FIG. 1 shows a turbine nozzle diaphragm according to the present invention, in which the upper half 7 and the lower half 8 of the nozzle diaphragm are tightened by tightening bolts 12. A counterbore 17 having a larger diameter than the bolt hole 10 is formed along the bolt hole 10 of the upper half 7 of the nozzle diaphragm. A protective member, for example, a protective sleeve 18 made of corrosion-resistant steel is inserted into the counterbore 17 with an inner diameter equal to that of the bolt hole 10 and an outer diameter with an appropriate gap between the counterbore 17. At the same time, caulking 19 is applied and fixed. Further, a hole 20 is formed in the lower half 8 of the nozzle diaphragm while keeping an appropriate gap with the outer diameter of the protective sleeve 18. In addition, a tapered portion 21 is provided at a portion of the protective sleeve 18 to be inserted into the hole 20 so that the protective sleeve 18 can be easily inserted into the hole 20.

As a result, the tightening bolt 12 is surrounded by the protective sleeve 18 around the screw portion 15, and does not reach the screw portion 15 even if steam enters through the gap 9 in the horizontal joint surface 6. Therefore, the fastening bolt 12 is not eroded by the oxide scale or the like contained in the steam or the water droplet in the wet steam. Further, the protective sleeve 18 can be used as a positioning member when assembling the upper half 7 and the lower half 8 of the nozzle diaphragm, instead of the positioning pin 13 shown in FIG.

[Effect of the invention]

As is apparent from the above description, in the present invention, a hollow cylindrical protective member that covers a certain area near the joint surface of the tightening bolt on the upper half of the nozzle diaphragm, and positions the lower half of the nozzle diaphragm by a tapered portion on the outer surface. Therefore, even if steam invades into the gap between the upper and lower joint surfaces of the nozzle diaphragm, it does not flow to the tightening bolt surrounded by the protective member, but the tightening bolt is oxidized by the boiler. Can be prevented from being locally eroded. Also, since the lower half of the diaphragm is positioned by the tapered portion on the outer surface, the upper and lower halves of the diaphragm can be centered without using positioning pins. Therefore, according to the present invention, it is possible to reliably prevent loss of bolt strength due to wall thinning, and to provide an excellent effect of providing an inexpensive nozzle diaphragm that is easy to assemble.

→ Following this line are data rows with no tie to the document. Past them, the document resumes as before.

describe('the custody path through the API', () => {
	it('request → grant → set aside → dispatch → receipt → usage → return → closed, with signatures bound to the manifest', async () => {
		const lab = await signedIn(DEMO.fennick);
		const curator = await signedIn(DEMO.curator);
		const { id, code } = await grantedAndSetAside(lab, curator, 'HLF', 1_200);
		const prep = await curator.post('/api/transfers', { requestId: id, ...packing });
		expect(prep.status, JSON.stringify(prep.body)).toBe(201);
		const tid = prep.body.transfer.id as string;
		expect(prep.body.items).toEqual([expect.objectContaining({ code, massUg: 1_200, state: 'earmarked' })]);

		// A wrong password cannot sign, and nothing moves.
		const wrong = await curator.post(`/api/transfers/${tid}/sign`, { meaning: 'dispatched', password: 'not my password at all' });
		expect(wrong.status).toBe(422);
		expect(wrong.body.error.code).toBe('signature_refused');
		expect((await curator.get(`/api/transfers/${tid}`)).body.transfer.state).toBe('prepared');
		// The lab cannot sign the dispatch; the curator cannot sign the receipt.
		expect((await lab.post(`/api/transfers/${tid}/sign`, { meaning: 'dispatched', password: PASSWORD })).status).toBe(403);
		const sent = await curator.post(`/api/transfers/${tid}/sign`, { meaning: 'dispatched', password: PASSWORD });
		expect(sent.status, JSON.stringify(sent.body)).toBe(201);
		expect(sent.body.signature.manifestSha256).toMatch(/^[0-9a-f]{64}$/);
		expect((await curator.post(`/api/transfers/${tid}/sign`, { meaning: 'received_intact', password: PASSWORD })).status).toBe(403);

		// Another lab cannot see it at all, let alone sign it.
		const marrow = await signedIn(DEMO.marrow);
		expect((await marrow.post(`/api/transfers/${tid}/sign`, { meaning: 'received_intact', password: PASSWORD })).status).toBe(404);
		expect((await marrow.get(`/api/transfers/${tid}`)).status).toBe(404);

		const got = await lab.post(`/api/transfers/${tid}/sign`, { meaning: 'received_intact', password: PASSWORD });
		expect(got.status, JSON.stringify(got.body)).toBe(201);
		// A receipt cannot be signed twice.
		const twice = await lab.post(`/api/transfers/${tid}/sign`, { meaning: 'received_damaged', password: PASSWORD, note: 'second thoughts' });
		expect(twice.status).toBe(409);
		const after = (await lab.get(`/api/transfers/${tid}`)).body;
		expect(after.transfer.state).toBe('received');
		expect(after.signatures.map((s: { meaning: string; verifies: boolean; printedName: string; role: string }) => [s.meaning, s.verifies, s.role])).toEqual([
			['dispatched', true, 'curator'],
			['received_intact', true, 'lab_member']
		]);
		expect(after.items[0]).toMatchObject({ code, state: 'on_loan' });
		const req = (await lab.get(`/api/requests/${id}`)).body.request;
		expect(req.state).toBe('fulfilled');

		// Usage: 900 consumed, 300 returned: closes exactly.
		const used = await lab.post(`/api/requests/${id}/usage`, { itemCode: code, consumedUg: 900, returnedUg: 300, resultsSummary: 'Alanine and isovaline enantiomers measured in triplicate.' });
		expect(used.status, JSON.stringify(used.body)).toBe(201);
		expect(used.body.result).toMatchObject({ gapUg: 0, flagged: false, itemState: 'on_loan' });
		const ledger = (await curator.get(`/api/items/${code}/ledger`)).body;
		expect(ledger.entries.map((e: { kind: string }) => e.kind)).toContain('consumed');
		expect(ledger.closes).toBe(true);
		expect(ledger.massUg).toBe(300);
		expect((await curator.get(`/api/items/${code}`)).body.item.massUg).toBe(300);

		const ret = await lab.post('/api/transfers', { itemCodes: [code], ...packing });
		expect(ret.status, JSON.stringify(ret.body)).toBe(201);
		const rid = ret.body.transfer.id;
		expect(ret.body.items[0].massUg).toBe(300);
		expect((await lab.post(`/api/transfers/${rid}/sign`, { meaning: 'dispatched', password: PASSWORD })).status).toBe(201);
		expect((await curator.post(`/api/transfers/${rid}/sign`, { meaning: 'received_intact', password: PASSWORD })).status).toBe(201);
		expect((await lab.get(`/api/requests/${id}`)).body.request.state).toBe('closed');

		// The receipt PDF, for both sides and the auditor.
		const auditor = await signedIn(DEMO.auditor);
		for (const c of [curator, lab, auditor]) {
			const res = await fetch(`${process.env.REGOLOG_API_TEST_PORT ? `http://127.0.0.1:${process.env.REGOLOG_API_TEST_PORT}` : 'http://127.0.0.1:24325'}/api/transfers/${tid}/receipt`, { headers: { cookie: c.cookie! } });
			expect(res.status).toBe(200);
			expect(res.headers.get('content-type')).toBe('application/pdf');
			expect(Buffer.from(await res.arrayBuffer()).subarray(0, 5).toString()).toBe('%PDF-');
		}
		// Every step is on the trail.
		const trail = (await auditor.get(`/api/trail/events?subjectType=transfer&subjectId=${tid}`)).body.events.map((e: { action: string }) => e.action);
		expect(trail).toEqual(['transfer.prepared', 'transfer.signed.dispatched', 'transfer.signed.received_intact']);
	});

	it('a signature no longer verifies once the manifest changes', async () => {
		const lab = await signedIn(DEMO.marrow);
		const curator = await signedIn(DEMO.curator);
		const { id } = await grantedAndSetAside(lab, curator, 'HLF', 700);
		const tid = (await curator.post('/api/transfers', { requestId: id, ...packing })).body.transfer.id;
		const signed = await curator.post(`/api/transfers/${tid}/sign`, { meaning: 'dispatched', password: PASSWORD });
		expect(signed.body.signatures[0].verifies).toBe(true);
		await asSuperuser(DB, (c) => c.query(`UPDATE transfers SET tracking_ref = 'altered afterwards' WHERE id = $1`, [tid]));
		const now = (await curator.get(`/api/transfers/${tid}`)).body;
		expect(now.signatures[0].verifies).toBe(false);
		expect(now.manifestSha256).not.toBe(now.signatures[0].manifestSha256);
		await asSuperuser(DB, (c) => c.query(`UPDATE transfer_items SET mass_ug = mass_ug + 1 WHERE transfer_id = $1`, [tid]));
		await asSuperuser(DB, (c) => c.query(`UPDATE transfers SET tracking_ref = 'T-1' WHERE id = $1`, [tid]));
		expect((await curator.get(`/api/transfers/${tid}`)).body.signatures[0].verifies).toBe(false);
		await asSuperuser(DB, (c) => c.query(`UPDATE transfer_items SET mass_ug = mass_ug - 1 WHERE transfer_id = $1`, [tid]));
		expect((await curator.get(`/api/transfers/${tid}`)).body.signatures[0].verifies).toBe(true);
	});

	it('a usage report that does not close is flagged, and one that invents mass is refused', async () => {
		const lab = await signedIn(DEMO.fennick);
		const curator = await signedIn(DEMO.curator);
		const { id, code } = await grantedAndSetAside(lab, curator, 'HLF', 900);
		const tid = (await curator.post('/api/transfers', { requestId: id, ...packing })).body.transfer.id;
		await curator.post(`/api/transfers/${tid}/sign`, { meaning: 'dispatched', password: PASSWORD });
		await lab.post(`/api/transfers/${tid}/sign`, { meaning: 'received_intact', password: PASSWORD });
		const before = await snapshot(db(), ['schema_migrations', 'sessions', 'sign_in_failures', 'mail_outbox']);
		const tooMuch = await lab.post(`/api/requests/${id}/usage`, { itemCode: code, consumedUg: 900, returnedUg: 200, resultsSummary: 'More than we had, which cannot be.' });
		expect(tooMuch.status).toBe(422);
		expect(tooMuch.body.error.code).toBe('mass_appeared');
		expect(await snapshot(db(), ['schema_migrations', 'sessions', 'sign_in_failures', 'mail_outbox'])).toEqual(before);
		const gap = await lab.post(`/api/requests/${id}/usage`, { itemCode: code, consumedUg: 500, returnedUg: 300, resultsSummary: 'Some material stuck to the spatula, unquantified.' });
		expect(gap.status).toBe(201);
		expect(gap.body.result.gapUg).toBe(100);
		expect(gap.body.result.flagged).toBe(true);
		expect(gap.body.usage[0]).toMatchObject({ allocatedUg: 900, consumedUg: 500, returnedUg: 300, lostUg: 0, gapUg: 100, gapFlagged: true });
		const again = await lab.post(`/api/requests/${id}/usage`, { itemCode: code, consumedUg: 500, returnedUg: 300, resultsSummary: 'Trying to change the report.' });
		expect(again.status).toBe(409);
	});
});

[Brief description of the drawings]

FIG. 1 is a partial sectional view showing one embodiment of a turbine nozzle diaphragm according to the present invention, FIG. 2 is a sectional view showing one paragraph of a conventional steam turbine, and FIG. 3 is a perspective view showing a conventional turbine nozzle diaphragm. FIG. 4 is a partially cutaway front sectional view showing a conventional turbine nozzle diaphragm.
FIG. 5 is a sectional view taken along the line VV in FIG. 4, and FIG.
It is sectional drawing which follows the VI-VI line of a figure. DESCRIPTION OF SYMBOLS 1 ... Nozzle plate 4 ... Casing 6 ... Horizontal joint surface 7 ... Upper half of nozzle diaphragm 8 ... Lower half of nozzle diaphragm 9 ... Gap 12 ... Tightening bolt 17 ... Counterbore 18 ... Protective sleeve 20 ... Hole

Claims (1)

(57) [Scope of request for utility model registration] 1. A turbine nozzle diaphragm in which an upper half and a lower half of a semicircular nozzle diaphragm are integrally connected via a plurality of tightening bolts inserted in a direction crossing both joint surfaces. Covering a certain area near the joint surface of the tightening bolt in the upper half of the diaphragm,
And a hollow cylindrical protective member for positioning a lower half of the nozzle diaphragm by a tapered portion on an outer surface.